The deal with the US will merely limit the damage done by Donald Trump’s trade war, one that is particularly unjustified in the case of a loyal ally that does not even have a bilateral trade surplus in goods with his country. The other two are marginal liberalisations. In all, the UK’s trade opportunities have been unambiguously worsened since Brexit and now Trump’s trade war, relative to what they were before 2016.

Any improvement in market access might seems a good thing. But it can easily not be good enough, because the deals themselves are too small or because the performance is too feeble. In “A perfect storm: Britain’s trade malaise, weak growth and a new geopolitical moment”, published by the Centre for European Reform last week, Anton Spisak lays out the latter story.

Bar chart of Growth in trade volumes (compound annual growth over the period, %) showing UK trade perfomance has collapsed since 2019

Between 2019 and 2024, the volume of UK trade grew at a compound annual rate of only 0.3 per cent. This compares terribly with the 4.9 per cent achieved between 1980 and 2008 and the 2.6 per cent achieved between 2008-19. Declines in growth rates also occurred in France, Germany, the EU, Japan and the US since the financial crisis and even more so since the pandemic. But the UK’s growth between 2019 and 2024 was well below that of those other economies — 0.7 per cent for France, 0.8 per cent for Germany, 1.9 per cent for the EU, 1.4 per cent for Japan and 2.4 per cent for the US. For an open economy such as the UK’s, a trade performance this poor is truly worrying.

Not surprisingly, exports have, for the first time in decades, become a net drag on the UK’s economic growth, rather than a contributor to it. Thus between 2020 and 2024, the average contribution of exports to real economic growth was minus 0.4 percentage points.

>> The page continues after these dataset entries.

def _band_figures(band: Band | None, y_rev: np.ndarray, y_causal: np.ndarray,
                  y_direct: np.ndarray, fs: int, onset: int,
                  context: ResponseContext | None = None) -> BandFigures:
    if band is None:
        decay = analyze_decay(y_rev, fs, onset=onset, bandwidth_hz=None, label="broadband")
        start = onset
        order = None
        label = "broadband"
        gd = spread = 0.0
        origin = decay.onset  # the same signal: the same clock
    else:
        label = band.name
        gd, spread = _filter_timing(band.kind, band.index, fs)
        decay = analyze_decay(y_rev, fs, onset=_reversed_band_onset(y_rev, onset, gd, fs),
                              bandwidth_hz=band.bandwidth_hz, filter_mode="reversed",
                              label=label)
        start = min(onset + int(round(gd * fs)), y_causal.shape[0] - 2)
        order = filter_order(band, fs)
        # time-reversed filtering moves the band's envelope about gd earlier than the
        # broadband response, causal filtering gd later: the decay's clock on y_causal
        origin = decay.onset + int(round(2.0 * gd * fs))
    energy = energy_figures(y_causal, fs, start=start, y_direct=y_direct, label=label,
                            first=max(onset - int(round(0.001 * fs)), 0), noise=decay.noise,
                            noise_origin=origin, decay_range_db=decay.decay_range_db,
                            bandwidth_hz=None if band is None else band.bandwidth_hz)
    flags = list(decay.flags) + list(energy.flags)
    if spread > 0.025:
        flags.append(f"{label}: the band filter spreads a click over {spread * 1000:.0f} ms, "
                     "comparable to the 50 ms split; C50 and D50 blur here")
    v: dict[str, float | None] = {
        "edt_s": decay.edt_s, "t20_s": decay.t20_s, "t30_s": decay.t30_s,
        "c50_db": energy.c50_db, "c80_db": energy.c80_db, "d50": energy.d50,
        "ts_s": energy.ts_s, "drr_db": energy.drr_db}
    if band is not None:
        flags += _tie_flags(band, v, decay, onset, gd, spread, fs, label)
    # ξ guards T20/T30 only: the EDT range holds the direct sound and the first reflections,
    # whose bend is the point of EDT (measured: ξ = 138 ‰ for a real office IR at 250 Hz)
    flags += _plausibility(band, fs, v, label, {"t20_s": decay.xi_t20_permille,
                                                "t30_s": decay.xi_t30_permille})
    flags += _context_flags(band, v, decay, context, label)
    u20 = u30 = None
    if band is not None:  # ISO 3382-2 Annex A and the noise's scatter, in quadrature
        if v["t20_s"] is not None:
            u20 = math.hypot(t20_uncertainty_s(v["t20_s"], band.bandwidth_hz),
                             decay.noise_scatter.get("t20", 0.0) * v["t20_s"])
        if v["t30_s"] is not None:
            u30 = math.hypot(t30_uncertainty_s(v["t30_s"], band.bandwidth_hz),
                             decay.noise_scatter.get("t30", 0.0) * v["t30_s"])
    return BandFigures(
        band=band, edt_s=v["edt_s"], t20_s=v["t20_s"], t30_s=v["t30_s"],
        c50_db=v["c50_db"], c80_db=v["c80_db"], d50=v["d50"], ts_s=v["ts_s"],
        drr_db=v["drr_db"], peak_to_noise_db=decay.peak_to_noise_db, flags=tuple(flags),
        t20_uncertainty_s=u20, t30_uncertainty_s=u30, decay=decay, energy=energy,
        filter_order=order)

This dire performance was driven by what was happening to exports of goods: in real terms, they were 20 per cent lower in the fourth quarter of 2024 than five years before, while exports of services rose by 22 per cent over the same period. Yet, surprisingly, the performance of UK exports of goods to the EU, which were down 19 per cent over this period, was much the same as that of exports of goods to the rest of the world, which were down by 20 per cent. It is indeed puzzling that exports have fallen to a very similar extent to the EU and the rest of the world. One fairly plausible explanation is that supply chains from the EU have been disrupted and that has undermined the competitiveness of UK goods in third markets.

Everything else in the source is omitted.